Patent Asymmetries

53 Pages Posted: 8 Mar 2015 Last revised: 3 Feb 2016

See all articles by Sean B. Seymore

Sean B. Seymore

Vanderbilt University - Law School

Date Written: January 8, 2016

Abstract

Everyone knows that it is far too easy to get a (bad) patent. Fingers often point to the U.S. Patent and Trademark Office (PTO), which is often criticized for making awful patenting decisions. Legal scholars have offered several reasons for the quality problem, including low substantive standards for patentability and problems with the PTO’s inner workings, decision-making, and policy choices.

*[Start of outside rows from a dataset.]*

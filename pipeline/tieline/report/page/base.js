"use strict";
// What every other script uses: the data, what is chosen, elements, numbers in words.

const DATA = JSON.parse(document.getElementById("data").textContent);

/** Row `at` of a column that is kept as codes into its texts; null where there is none. */
const text = (column, at) => (column.c[at] < 0 ? null : column.t[column.c[at]]);
/** All rows of such a column. */
const texts = (column) => column.c.map((code) => (code < 0 ? null : column.t[code]));

/** What the reader has chosen; pictures are drawn again when it changes. */
const chosen = { pair: "", experiment: "", element: "", tracer: "", condition: "", spot: null };
const whenChosen = [];
function choose(change) {
  Object.assign(chosen, change);
  for (const act of whenChosen) act(change);
}

/** An HTML element with attributes and children; texts become text, never markup. */
function make(name, attributes = {}, ...children) {
  return filled(document.createElement(name), attributes, children);
}
const SVG = "http://www.w3.org/2000/svg";
function draw(name, attributes = {}, ...children) {
  return filled(document.createElementNS(SVG, name), attributes, children);
}
function filled(element, attributes, children) {
  for (const [key, value] of Object.entries(attributes)) {
    if (key.startsWith("on")) element.addEventListener(key.slice(2), value);
    else if (value !== null && value !== undefined && value !== false) element.setAttribute(key, value === true ? "" : value);
  }
  for (const child of children.flat(Infinity)) if (child !== null && child !== undefined) element.append(child);
  return element;
}

/** A number to `digits` significant digits, without a power of ten where one can do without. */
function number(value, digits = 4) {
  if (value === null || value === undefined || !isFinite(value)) return "–";
  if (value === 0) return "0";
  const size = Math.abs(value);
  if (size >= 1e7 || size < 1e-5) return value.toExponential(digits - 1).replace("e+", "e");
  return String(Number(value.toPrecision(digits)));
}
const percent = (fraction) => `${number(100 * fraction, 3)} %`;
const many = (count, one, more) => `${count} ${count === 1 ? one : more || one + "s"}`;
const unique = (list) => [...new Set(list)];
const known = (value) => value !== null && value !== undefined && isFinite(value);

// Columns of the table of D that are needed as texts again and again.
const D = {
  size: DATA.D.D.length,
  experiment: texts(DATA.D.experiment),
  element: texts(DATA.D.element),
  alpha: texts(DATA.D.alpha),
  beta: texts(DATA.D.beta),
  kind: texts(DATA.D.kind),
  class: texts(DATA.D.class),
  reason: texts(DATA.D.reason),
};
D.pair = D.alpha.map((alpha, at) => `${alpha}/${D.beta[at]}`);
const PAIRS = unique(D.pair);
const phasesOf = (pair) => {
  const at = D.pair.indexOf(pair);
  return at < 0 ? ["", ""] : [D.alpha[at], D.beta[at]];
};
const rowsOf = (test) => [...Array(D.size).keys()].filter(test);

const SPOTS = DATA.spots;
const EXPERIMENTS = unique([...D.experiment, ...texts(SPOTS.experiment).filter((name) => name !== null)]).sort();
const ELEMENTS = unique(D.element).sort((a, b) => (DATA.atomicNumber[a] || 999) - (DATA.atomicNumber[b] || 999));
const spotPhase = texts(SPOTS.phase);
const spotExperiment = texts(SPOTS.experiment);

/** What one analyte measured on one spot, or null where it has no value and no limit. */
function measured(analyte, spot) {
  const at = spot - DATA.techniques[analyte.technique].start;
  if (at < 0 || at >= analyte.v.length || analyte.w[at] === null) return null;
  const value = analyte.v[at], limit = analyte.l[at];
  if (value === null && limit === null) return null;
  const why = DATA.whys[analyte.w[at] >> 1];
  return { value, sigma: analyte.s[at], limit, below: analyte.w[at] % 2 === 1, why, used: why === "" };
}
/** The analytes of an element, the one whose mean made the D's first. */
const analytesOf = (element) => DATA.analytes.filter((analyte) => analyte.element === element);

// Colour and shape go together, so that neither is needed to tell two things apart.
const SHAPES = ["circle", "square", "triangle", "diamond", "down", "bar", "plus", "star"];
// Eight shapes and seven colours: 56 pairs before the first repeats.
const styleOf = (place) => ({ shape: SHAPES[place % 8], colour: `k${place % 7}` });
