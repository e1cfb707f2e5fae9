// One kind of picture: marks, lines and bands over two axes, usable by pointer, keyboard and screen reader.

const MARGIN = { left: 62, right: 14, top: 12, bottom: 46 };

/** Ticks of an axis: {at, label, minor}. */
function ticksOf(axis) {
  if (axis.categories) return axis.categories.map((label, at) => ({ at, label }));
  return axis.log ? logTicks(axis.lo, axis.hi) : evenTicks(axis.lo, axis.hi, axis.most || 6);
}
function logTicks(lo, hi) {
  const first = Math.floor(Math.log10(lo)), last = Math.ceil(Math.log10(hi)), ticks = [];
  const step = Math.max(1, Math.ceil((last - first) / 8));
  for (let power = first; power <= last; power++) {
    for (const factor of last - first > 5 ? [1] : [1, 2, 5]) {
      const at = factor * 10 ** power;
      if (at < lo * 0.999 || at > hi * 1.001) continue;
      const named = factor === 1 ? (power - first) % step === 0 : last - first <= 2;
      ticks.push({ at, label: named ? power10(factor, power) : "", minor: factor !== 1 });
    }
  }
  return ticks;
}
const power10 = (factor, power) => (power >= -4 && power <= 5 ? number(factor * 10 ** power, 2) : `${factor === 1 ? "" : factor + "×"}10${raised(power)}`);
const raised = (power) => String(power).replace(/[-0-9]/g, (c) => (c === "-" ? "⁻" : "⁰¹²³⁴⁵⁶⁷⁸⁹"[c]));
function evenTicks(lo, hi, most) {
  const raw = (hi - lo) / most || 1, size = 10 ** Math.floor(Math.log10(raw));
  const step = [1, 2, 2.5, 5, 10].map((factor) => factor * size).find((candidate) => candidate >= raw);
  const ticks = [];
  for (let at = Math.ceil(lo / step - 1e-9); at * step <= hi + 1e-9 * step; at++) ticks.push({ at: at * step, label: number(at * step, 5) });
  return ticks;
}

/** Ends of an axis over all values given, with some room; both positive for a logarithmic one. */
function rangeOf(values, log, room = 0.06) {
  const good = values.filter((value) => known(value) && (!log || value > 0));
  if (!good.length) return log ? { lo: 0.1, hi: 10 } : { lo: 0, hi: 1 };
  let lo = good.reduce((a, b) => Math.min(a, b)), hi = good.reduce((a, b) => Math.max(a, b));
  if (log) {
    const extra = Math.max((Math.log10(hi) - Math.log10(lo)) * room, 0.08);
    return { lo: 10 ** (Math.log10(lo) - extra), hi: 10 ** (Math.log10(hi) + extra) };
  }
  const extra = (hi - lo) * room || Math.abs(hi) * 0.1 || 1;
  return { lo: lo - extra, hi: hi + extra };
}

/** A function from a value of the axis to a place between `from` and `to`; outside values are held at the ends. */
function scaleOf(axis, from, to) {
  if (axis.categories) return (value) => from + ((value + 0.5) / axis.categories.length) * (to - from);
  const bend = axis.log ? Math.log10 : (value) => value;
  const lo = bend(axis.lo), hi = bend(axis.hi);
  return (value) => {
    const share = axis.log && value <= 0 ? 0 : (bend(value) - lo) / (hi - lo);
    return from + Math.min(1.02, Math.max(-0.02, share)) * (to - from);
  };
}

/**
 * Draws a picture into `holder`. spec: {label, height, x, y, bands, lines, marks, legend, note}.
 * axis: {title, log, lo, hi} or {title, categories}. mark: {x, y, lo, hi, wide, limit, shape, colour, faint, out, spot,
 * label, go}; `lo`..`hi` is the outer bar, `wide` a second one; `limit` draws an arrow; `spot` links it to its spot.
 */
function plot(holder, spec) {
  const width = Math.max(280, holder.clientWidth || 640), height = spec.height || 330;
  const x = scaleOf(spec.x, MARGIN.left, width - MARGIN.right);
  const y = scaleOf(spec.y, height - MARGIN.bottom, MARGIN.top);
  const image = draw("svg", {
    viewBox: `0 0 ${width} ${height}`, width, height, tabindex: spec.marks.length ? 0 : null, role: "group",
    "aria-label": `${spec.label}. ${many(spec.marks.length, "point")}. Arrow keys go from point to point, Enter opens one.`,
    "aria-roledescription": "picture",
  });
  image.append(grid(spec, x, y, width, height));
  for (const band of spec.bands || []) image.append(bandOf(band, x, y, width, height));
  for (const line of spec.lines || []) image.append(lineOf(line, x, y, width));
  const layer = draw("g");
  for (const mark of spec.marks) layer.append(markOf(mark, x, y, height));
  image.append(layer);
  const readout = make("p", { class: "readout", "aria-live": "polite" }, spec.marks.length ? spec.hint || "Point at a mark, or use the arrow keys." : "");
  holder.replaceChildren(image, legendOf(spec.legend || []), readout, ...(spec.note ? [make("p", { class: "note" }, spec.note)] : []), tableOf(spec));
  listen(image, layer, spec.marks, readout);
}

function grid(spec, x, y, width, height) {
  const group = draw("g", { class: "grid", "aria-hidden": "true" });
  const bottom = height - MARGIN.bottom, right = width - MARGIN.right;
  for (const tick of ticksOf(spec.y)) {
    if (!tick.minor) group.append(draw("line", { x1: MARGIN.left, x2: right, y1: y(tick.at), y2: y(tick.at) }));
    if (tick.label !== "") group.append(draw("text", { x: MARGIN.left - 7, y: y(tick.at) + 4, "text-anchor": "end" }, tick.label));
  }
  const ticks = ticksOf(spec.x), tight = spec.x.categories && ticks.some((tick) => tick.label.length * 7 + 3 > (right - MARGIN.left) / ticks.length);
  // Long labels are turned, short ones take two rows; where even that is too tight, some are left out.
  const turned = tight && ticks.some((tick) => tick.label.length > 2), rows = tight && !turned ? 2 : 1;
  const every = tight ? Math.ceil((ticks.length * (turned ? 15 : 8)) / (right - MARGIN.left)) : 1;
  ticks.forEach((tick, place) => {
    const at = x(tick.at);
    if (!spec.x.categories) group.append(draw("line", { x1: at, x2: at, y1: bottom, y2: bottom + 5 }));
    if (tick.label === "" || place % every) return;
    group.append(draw("text", { x: at, y: bottom + (rows === 2 ? 12 + 11 * ((place / every) % 2) : 18), "text-anchor": turned ? "end" : "middle", transform: turned ? `rotate(-40 ${at} ${bottom + 14})` : null }, tick.label));
  });
  group.append(draw("path", { class: "frame", d: `M${MARGIN.left} ${MARGIN.top}V${bottom}H${right}` }));
  group.append(draw("text", { class: "title", x: (MARGIN.left + right) / 2, y: height - 6, "text-anchor": "middle" }, spec.x.title));
  group.append(draw("text", { class: "title", x: 0, y: 0, "text-anchor": "middle", transform: `translate(14 ${(MARGIN.top + bottom) / 2}) rotate(-90)` }, spec.y.title));
  return group;
}

function bandOf(band, x, y, width, height) {
  const left = known(band.x0) ? x(band.x0) - (band.half || 0) : MARGIN.left, right = known(band.x1) ? x(band.x1) + (band.half || 0) : width - MARGIN.right;
  const low = known(band.y0) ? y(band.y0) : height - MARGIN.bottom, high = known(band.y1) ? y(band.y1) : MARGIN.top;
  return draw("rect", { class: `band ${band.class || ""}`, x: Math.min(left, right), y: Math.min(low, high), width: Math.abs(right - left), height: Math.max(1, Math.abs(low - high)) }, draw("title", {}, band.label || ""));
}

function lineOf(line, x, y, width) {
  const points = line.points.filter(([a, b]) => known(a) && known(b)).map(([a, b]) => `${x(a).toFixed(1)} ${y(b).toFixed(1)}`);
  const group = draw("g", { class: `line ${line.class || ""}` }, draw("path", { d: `M${points.join("L")}` }, draw("title", {}, line.label || "")));
  if (line.label && points.length && !line.quiet) {
    const [a, b] = points[points.length - 1].split(" ").map(Number);
    const end = a > width - 150;
    group.append(draw("text", { x: end ? width - MARGIN.right - 2 : a + 4, y: b - 5, "text-anchor": end ? "end" : "start" }, line.label));
  }
  for (const [a, b, label] of line.ticks || []) group.append(draw("circle", { cx: x(a), cy: y(b), r: 2 }), draw("text", { x: x(a) + 5, y: y(b) + 12 }, label));
  return group;
}

function markOf(mark, x, y, height) {
  const at = x(mark.x) + (mark.shift || 0), place = y(mark.y);
  const classes = ["mark", mark.colour || "k0", mark.faint ? "faint" : "", mark.out ? "out" : "", known(mark.spot) && mark.spot === chosen.spot ? "sel" : ""];
  const group = draw("g", { class: classes.filter(Boolean).join(" "), "data-spot": known(mark.spot) ? mark.spot : null });
  if (known(mark.lo) && known(mark.hi)) group.append(draw("path", { class: "whisker", d: `M${at} ${y(mark.lo)}V${y(mark.hi)}` }));
  if (known(mark.left) && known(mark.right)) group.append(draw("path", { class: "whisker", d: `M${x(mark.left)} ${place}H${x(mark.right)}` }));
  if (mark.wide) group.append(draw("path", { class: "wide", d: `M${at} ${y(mark.wide[0])}V${y(mark.wide[1])}` }));
  if (mark.limit) {
    const end = mark.limit === "upper" ? Math.min(place + 22, height - MARGIN.bottom) : Math.max(place - 22, MARGIN.top), back = mark.limit === "upper" ? -5 : 5;
    group.append(draw("path", { class: "arrow", d: `M${at - 5} ${place}h10M${at} ${place}V${end}m-4 ${back}L${at} ${end}l4 ${back}` }));
  } else group.append(draw("path", { class: "dot", d: shapeOf(mark.shape || "circle", at, place, mark.size || 4.2) }));
  group.append(draw("circle", { class: "ring", cx: at, cy: place, r: 9 }), draw("title", {}, mark.label));
  return group;
}

function shapeOf(shape, x, y, r) {
  const paths = {
    circle: `M${x - r} ${y}a${r} ${r} 0 1 0 ${2 * r} 0a${r} ${r} 0 1 0 ${-2 * r} 0Z`,
    square: `M${x - r * 0.9} ${y - r * 0.9}h${r * 1.8}v${r * 1.8}h${-r * 1.8}Z`,
    triangle: `M${x} ${y - r * 1.2}L${x + r * 1.1} ${y + r * 0.8}H${x - r * 1.1}Z`,
    down: `M${x} ${y + r * 1.2}L${x + r * 1.1} ${y - r * 0.8}H${x - r * 1.1}Z`,
    diamond: `M${x} ${y - r * 1.3}L${x + r * 1.1} ${y}L${x} ${y + r * 1.3}L${x - r * 1.1} ${y}Z`,
    bar: `M${x - r * 1.3} ${y - r * 0.5}h${r * 2.6}v${r}h${-r * 2.6}Z`,
    plus: `M${x - r * 1.2} ${y - r * 0.4}h${r * 0.8}v${-r * 0.8}h${r * 0.8}v${r * 0.8}h${r * 0.8}v${r * 0.8}h${-r * 0.8}v${r * 0.8}h${-r * 0.8}v${-r * 0.8}h${-r * 0.8}Z`,
    star: `M${x} ${y - r * 1.4}l${r * 0.4} ${r}l${r} ${r * 0.4}l${-r} ${r * 0.4}l${-r * 0.4} ${r}l${-r * 0.4} ${-r}l${-r} ${-r * 0.4}l${r} ${-r * 0.4}Z`,
  };
  return paths[shape];
}

function legendOf(entries) {
  const list = make("ul", { class: "legend" });
  for (const entry of entries) {
    const sample = draw("svg", { width: 18, height: 14, viewBox: "0 0 18 14", "aria-hidden": "true" });
    if (entry.line) sample.append(draw("g", { class: `line ${entry.line}` }, draw("path", { d: "M1 7H17" })));
    else if (entry.band) sample.append(draw("rect", { class: `band ${entry.band}`, x: 1, y: 2, width: 16, height: 10 }));
    else sample.append(draw("g", { class: `mark ${entry.colour} ${entry.out ? "out" : ""}` }, draw("path", entry.limit ? { class: "arrow", d: "M4 2h10M9 2v10m-4 -4l4 4l4 -4" } : { class: "dot", d: shapeOf(entry.shape || "circle", 9, 7, 4.2) })));
    list.append(make("li", {}, sample, entry.label));
  }
  return list;
}

/** The picture as a table for those who cannot see it, filled when it is opened. */
function tableOf(spec) {
  const details = make("details", { class: "as-table" }, make("summary", {}, "The points as a list"));
  details.addEventListener("toggle", () => {
    if (details.open && details.children.length === 1) details.append(make("ul", {}, spec.marks.map((mark) => make("li", {}, mark.label))));
  });
  return details;
}

function listen(image, layer, marks, readout) {
  const groups = [...layer.children];
  let current = -1;
  const show = (at) => {
    if (current >= 0) groups[current].classList.remove("cur");
    current = at;
    if (at < 0) return;
    groups[at].classList.add("cur");
    readout.textContent = marks[at].label;
  };
  const open = (at) => {
    if (at < 0) return;
    if (known(marks[at].spot)) choose({ spot: marks[at].spot });
    else if (marks[at].go) choose(marks[at].go);
  };
  const order = marks.map((_, at) => at).sort((a, b) => marks[a].x - marks[b].x || marks[a].y - marks[b].y);
  layer.addEventListener("pointerover", (event) => show(groups.indexOf(event.target.closest(".mark"))));
  layer.addEventListener("click", (event) => open(groups.indexOf(event.target.closest(".mark"))));
  image.addEventListener("blur", () => show(-1));
  image.addEventListener("keydown", (event) => {
    const step = { ArrowRight: 1, ArrowDown: 1, ArrowLeft: -1, ArrowUp: -1 }[event.key];
    if (step) show(order[(order.indexOf(current) + step + order.length + (current < 0 && step < 0 ? 1 : 0)) % order.length]);
    else if (event.key === "Enter" || event.key === " ") open(current);
    else if (event.key === "Escape") choose({ spot: null });
    else return;
    event.preventDefault();
  });
}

This Article offers a very different explanation for the patent quality problem. Drawing attention to what happens inside the PTO is clearly the correct locus; however, any serious headway toward improving patent quality must focus more directly on patent examination. My basic claim is that the PTO issues low-quality patents primarily because of a confluence of three asymmetries — proof, information, and legal — that exist in the current patent examination paradigm. I explain how these asymmetries tip the scales of patentability so far in the applicant’s favor that anyone who seeks a patent on anything usually gets one. I propose a new patent examination regime which would eliminate the three asymmetries, derail frivolous filings, and make a patent grant far from guaranteed. Rebalancing the scales of patentability would improve patent quality and promote broader goals of patent policy.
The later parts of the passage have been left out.